Poco después, la hacienda se abandonó. Muchos años más tarde, Dorotea y su marido hicieron construir la casa de madera que pensaban habitar cuando él se licenciara del ejército, y en la que pasaron algunas temporadas. El vetusto pabellón quedó relegado a cuadra y garaje. Con las mudanzas de la vida, los planes se desbarataron, la mansión fue ocupada por el viejo y ella se mudó a la casa en que nació. La mujer hacía lo posible por apartar los recuerdos más espinosos de toda esta historia.

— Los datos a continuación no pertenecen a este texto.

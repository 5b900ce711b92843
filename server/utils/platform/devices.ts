// Shop devices and PINs. A crib manager or owner enrols the browser they are on as one of the
// shop's devices: it keeps a random token in an HttpOnly cookie, the database only the token's
// SHA-256. On an enrolled device the sign-in page lists the shop's operators who have a PIN, and
// a name plus PIN signs in as that operator, for that shop, on that device only (requireUser
// checks the device cookie for a session that names a device). PIN tries are throttled per
// operator and per device; revoking a device ends every session started on it at once.
import { createHash, randomBytes, randomInt } from 'node:crypto'
import type { H3Event } from 'h3'
import { sql } from 'kysely'
import { isObviousPin } from '#shared/schemas/devices'
import type { Queryable } from '../../db/connect'
import type { SessionUser } from './auth'
import type { ThrottleRules } from './throttle'

export const DEVICE_COOKIE = 'kerfbook-device'
// Browsers keep a cookie at most 400 days; the device stays enrolled until it is revoked.
const DEVICE_COOKIE_DAYS = 400
const TOKEN_SHAPE = /^[\w-]{43}$/

// Four digits are few: five wrong tries lock one operator out of one device, ten lock them out
// of every device that has failed for them, and fifteen lock the device for everyone, each for
// the window (a quarter of an hour).
export const PIN_THROTTLE: ThrottleRules = {
  limits: { windowMinutes: 15, perAccount: 5, perAddress: 15, perAccountEverywhere: 10 },
  words: { account: 'this operator on this device', address: 'this device', advice: 'or ask the crib manager for a new PIN' },
}

const hashDeviceToken = (token: string) => createHash('sha256').update(token).digest('hex')

function deviceToken(event: H3Event): string | undefined {
  const token = getCookie(event, DEVICE_COOKIE)
  return token && TOKEN_SHAPE.test(token) ? token : undefined
}

/** Whether this request carries the device cookie whose hash is `hash` (null: no live device). */
export function deviceTokenMatches(event: H3Event, hash: string | null): boolean {
  const token = deviceToken(event)
  return Boolean(token && hash && hashDeviceToken(token) === hash)
}

/** The live device this browser is enrolled as, if any. */
export async function currentDevice(db: Queryable, event: H3Event) {
  const token = deviceToken(event)
  if (!token) return undefined
  return db.selectFrom('shop_devices as d').innerJoin('shops as s', 's.id', 'd.shop_id')
    .select(['d.id', 'd.shop_id as shopId', 'd.name', 's.name as shopName'])
    .where('d.token_hash', '=', hashDeviceToken(token)).where('d.revoked_at', 'is', null)
    .executeTakeFirst()
}

function setDeviceCookie(event: H3Event, token: string) {
  const secure = (useRuntimeConfig(event).session as { cookie?: { secure?: boolean | string } }).cookie?.secure
  setCookie(event, DEVICE_COOKIE, token, {
    httpOnly: true, sameSite: 'lax', secure: secure !== false && secure !== 'false', path: '/', maxAge: DEVICE_COOKIE_DAYS * 24 * 60 * 60,
  })
}

/** Ends a device: it can no longer sign anyone in, and the sessions started on it end now. */
async function endDevice(tx: Queryable, shopId: number, deviceId: number, by: number) {
  const ended = await tx.updateTable('shop_devices').set({ revoked_at: sql`now()`, revoked_by: by })
    .where('id', '=', deviceId).where('shop_id', '=', shopId).where('revoked_at', 'is', null)
    .returning(['id', 'name']).executeTakeFirst()
  await tx.deleteFrom('user_sessions').where('device_id', '=', deviceId).execute()
  return ended
}

/**
 * Enrols this browser as one of the shop's devices. A browser already enrolled (for this shop)
 * is enrolled afresh under the new name: its old credential ends, with the sessions made on it.
 */
export async function enrolDevice(event: H3Event, user: SessionUser, name: string) {
  const token = randomBytes(32).toString('base64url')
  const before = await currentDevice(useDb(), event)
  const device = await transaction(async (tx) => {
    if (before && before.shopId === user.shopId) await endDevice(tx, user.shopId, before.id, user.id)
    return tx.insertInto('shop_devices')
      .values({ shop_id: user.shopId, name, token_hash: hashDeviceToken(token), enrolled_by: user.id })
      .returning(['id', 'name', 'created_at as createdAt']).executeTakeFirstOrThrow()
  }).catch((err: unknown) => {
    if (isUniqueViolation(err, 'shop_devices_live_name_key')) {
      fieldError({ name: 'another device of the shop has this name' }, {
        status: 409, message: `Another device of the shop is called "${name}". Choose another name, or revoke that device first.`,
      })
    }
    throw err
  })
  setDeviceCookie(event, token)
  return device
}

/** The shop's live devices, newest first, and which one (if any) this browser is. */
export async function listDevices(db: Queryable, event: H3Event, shopId: number) {
  const [rows, here] = await Promise.all([
    db.selectFrom('shop_devices as d').leftJoin('users as u', 'u.id', 'd.enrolled_by')
      .select(['d.id', 'd.name', 'd.created_at as createdAt', 'd.last_used_at as lastUsedAt', 'u.name as enrolledBy'])
      .where('d.shop_id', '=', shopId).where('d.revoked_at', 'is', null)
      .orderBy('d.created_at', 'desc').orderBy('d.id', 'desc').execute(),
    currentDevice(db, event),
  ])
  return rows.map((d) => ({ ...d, thisBrowser: here?.id === d.id && here.shopId === shopId }))
}

/** Revokes one of the shop's devices now; its PIN sessions end with it. */
export async function revokeDevice(user: SessionUser, deviceId: number) {
  return transaction(async (tx) => {
    const device = await tx.selectFrom('shop_devices').select(['id', 'name', 'revoked_at'])
      .where('id', '=', deviceId).where('shop_id', '=', user.shopId).forUpdate().executeTakeFirst()
    if (!device) notFound('device')
    if (device.revoked_at) {
      throw createError({ statusCode: 409, statusMessage: `"${device.name}" was already revoked. Refresh the list of devices.` })
    }
    await endDevice(tx, user.shopId, device.id, user.id)
    return { id: device.id, name: device.name, revoked: true }
  })
}

/** The shop's operators as the devices page shows them: whether each has a PIN. */
export async function listOperators(db: Queryable, shopId: number) {
  const rows = await db.selectFrom('users')
    .select(['id', 'name', 'email', 'active', 'pin_hash', 'password_hash'])
    .where('shop_id', '=', shopId).where('role', '=', 'operator')
    .orderBy('active', 'desc').orderBy('name').orderBy('id').execute()
  return rows.map(({ pin_hash, password_hash, ...u }) => ({ ...u, hasPin: pin_hash !== null, hasPassword: password_hash !== null }))
}

/** A random PIN of six digits, never an obvious one. */
export function makePin(): string {
  for (;;) {
    const pin = String(randomInt(0, 1_000_000)).padStart(6, '0')
    if (!isObviousPin(pin)) return pin
  }
}

/** The shop's operator `userId`, locked for a change, or 404; 409 when they cannot have a PIN. */
async function operatorForPin(tx: Queryable, shopId: number, userId: number) {
  const person = await tx.selectFrom('users').select(['id', 'name', 'role', 'active'])
    .where('id', '=', userId).where('shop_id', '=', shopId).forUpdate().executeTakeFirst()
  if (!person) notFound('person')
  if (person.role !== 'operator') {
    throw createError({ statusCode: 409, statusMessage: `PINs are for operators; ${person.name} signs in with e-mail and password.` })
  }
  if (!person.active) {
    throw createError({ statusCode: 409, statusMessage: `${person.name}'s account is switched off. Ask the owner to switch it on first.` })
  }
  return person
}

/**
 * Gives an operator a PIN (the one typed, or a new random one), answered once. Their sessions
 * end: whoever signed in with the old PIN signs in again.
 */
export async function setPin(user: SessionUser, userId: number, typed: string | undefined) {
  const pin = typed ?? makePin()
  const hash = await hashPassword(pin)
  return transaction(async (tx) => {
    const person = await operatorForPin(tx, user.shopId, userId)
    await tx.updateTable('users').set({ pin_hash: hash }).where('id', '=', person.id).where('shop_id', '=', user.shopId).execute()
    await endSessions(tx, person.id)
    return { id: person.id, name: person.name, pin }
  })
}

/** Takes an operator's PIN away; the sessions they started with it end. */
export async function clearPin(user: SessionUser, userId: number) {
  return transaction(async (tx) => {
    const person = await tx.selectFrom('users').select(['id', 'name'])
      .where('id', '=', userId).where('shop_id', '=', user.shopId).forUpdate().executeTakeFirst()
    if (!person) notFound('person')
    await tx.updateTable('users').set({ pin_hash: null }).where('id', '=', person.id).where('shop_id', '=', user.shopId).execute()
    await endSessions(tx, person.id)
    return { id: person.id, name: person.name, hasPin: false }
  })
}

/**
 * Adds an operator by name only (no e-mail, no password) with a PIN. Names must tell people
 * apart on the device's list, so a name already in use in the shop (in any case) answers 409.
 */
export async function addOperator(user: SessionUser, name: string, typed: string | undefined) {
  const pin = typed ?? makePin()
  const hash = await hashPassword(pin)
  return transaction(async (tx) => {
    // One shop's additions wait on each other, so two people adding the same name at once cannot both get in.
    await sql`select pg_advisory_xact_lock(${0x4b4f5052}, ${user.shopId})`.execute(tx)
    const same = await tx.selectFrom('users').select('id')
      .where('shop_id', '=', user.shopId).where('active', '=', true).where(sql<string>`lower(name)`, '=', name.toLowerCase()).executeTakeFirst()
    if (same) {
      fieldError({ name: 'someone in the shop already has this name' }, {
        status: 409, message: `Someone in the shop is already called ${name}. Add an initial or a surname so the device's list tells them apart.`,
      })
    }
    const added = await tx.insertInto('users')
      .values({ shop_id: user.shopId, email: null, name, role: 'operator', pin_hash: hash })
      .returning(['id', 'name']).executeTakeFirstOrThrow()
    return { ...added, pin }
  })
}

// Verified against when the operator is unknown or has no PIN, so every answer takes as long.
let decoyPin: Promise<string> | undefined

/**
 * Signs in as one of the device's shop's operators with their PIN. Refused off an enrolled
 * device, on a revoked one, for anyone not an active operator of that shop with a PIN, and past
 * the throttle's limits.
 */
export async function pinSignIn(event: H3Event, userId: number, pin: string) {
  const db = useDb()
  const device = await currentDevice(db, event)
  if (!device) {
    throw createError({
      statusCode: 403,
      statusMessage: 'This browser is not one of the shop\'s devices (or it was revoked). Sign in with e-mail and password, or ask the crib manager to enrol it.',
    })
  }
  const attempt = await claimLoginAttempt(event, `pin:${userId}`, `device:${device.id}`, PIN_THROTTLE)
  const person = await db.selectFrom('users').select(['id', 'shop_id', 'name', 'role', 'pin_hash', 'active'])
    .where('id', '=', userId).where('shop_id', '=', device.shopId).where('role', '=', 'operator')
    .executeTakeFirst()
  decoyPin ??= hashPassword('000000-kerfbook-decoy')
  const ok = await verifyPassword(person?.pin_hash ?? await decoyPin, pin)
  if (!person?.pin_hash || !ok || !person.active) {
    throw createError({
      statusCode: 401,
      statusMessage: person?.pin_hash && ok && !person.active
        ? 'This account has been switched off. Ask the shop owner.'
        : 'Wrong PIN. Try again, or ask the crib manager for a new one.',
    })
  }
  await loginSucceeded(attempt)
  await db.updateTable('shop_devices').set({ last_used_at: sql`now()` }).where('id', '=', device.id).execute()
  await db.updateTable('users').set({ last_login_at: new Date() }).where('id', '=', person.id).execute()
  await startSession(event, { id: person.id, shopId: person.shop_id, name: person.name, role: person.role }, { deviceId: device.id })
  return loadMe(db, person.id)
}

/** What the sign-in page shows on this browser: the device and its shop's operators with a PIN, or nothing. */
export async function deviceSignInList(event: H3Event) {
  const db = useDb()
  const device = await currentDevice(db, event)
  if (!device) return { device: null, operators: [] }
  const operators = await db.selectFrom('users').select(['id', 'name'])
    .where('shop_id', '=', device.shopId).where('role', '=', 'operator').where('active', '=', true).where('pin_hash', 'is not', null)
    .orderBy('name').orderBy('id').execute()
  return { device: { name: device.name, shopName: device.shopName }, operators }
}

Dorotea prendió la luz de la cocina, una bombilla débil y amarillenta que apenas permitía distinguir los ingredientes sobre la mesa de madera. No había habido corriente eléctrica en la hacienda hasta la llegada del general, y a ella apenas le importaba que la luz artificial fuese débil, de no ser porque era una muestra más de la mezquindad del viejo. Había conseguido que a aquél lugar olvidado llegaran líneas de corriente y telefónica, con el único propósito de alimentar un ordenador personal, un teléfono y fax con los que se creía vinculado al mundo exterior. Cuando hacía años los encargados de la instalación le consultaron acerca de los aparatos convenientes para mantener una estancia cómoda, aparatos de aire acondicionado, tomas para ventiladores, cocinas, termos y congeladores, él despachó a los consultores con cajas destempladas, gritando que sólo quería lo imprescindible para realizar su trabajo. Pese a que se desentendió de esos asuntos, se aseguró de que las tomas de corriente fueran las mínimas y que las bombillas fuesen de escasa potencia. “Dios nos ha dado el día para hacer en ese tiempo todo lo necesario. Durante la noche sólo trabajan los asesinos y quienes deben eliminarlos”, fue su comentario a los funcionarios encargados de organizar su retiro, algunos de ellos militares de alta graduación.
Nada más preparar la cena, Dorotea fue a por la lámpara, la cargó con el rancio aceite de vicuña y salió afuera, a preparar el cenador. El general acostumbraba a hacer su única comida del día a esas horas, quizá el único momento en que la temperatura era soportable, cuando las piedras comenzaban a devolver el calor acumulado y el aire empezaba a refrescar el ambiente. La mujer recogió con un cepillo la liviana maleza del suelo, pasó un paño húmedo por la mesa, colocó las siete sillas y colgó de un gancho el fanal que debería ahuyentar a los mosquitos que a esas horas abandonaban sus recónditas guaridas para alimentarse de la sangre de los pocos seres vivos de los alrededores. Dorotea estaba a salvo de ellos. Había nacido y crecido en uno de los escasos pueblos de la zona y solía bromear diciendo que de niña ya había entregado más sangre de la que cabía en su cuerpo y que los chupadores habían llegado a un pacto con ella. Ahora ya no bromeaba, ni con ésa ni con otras cosas.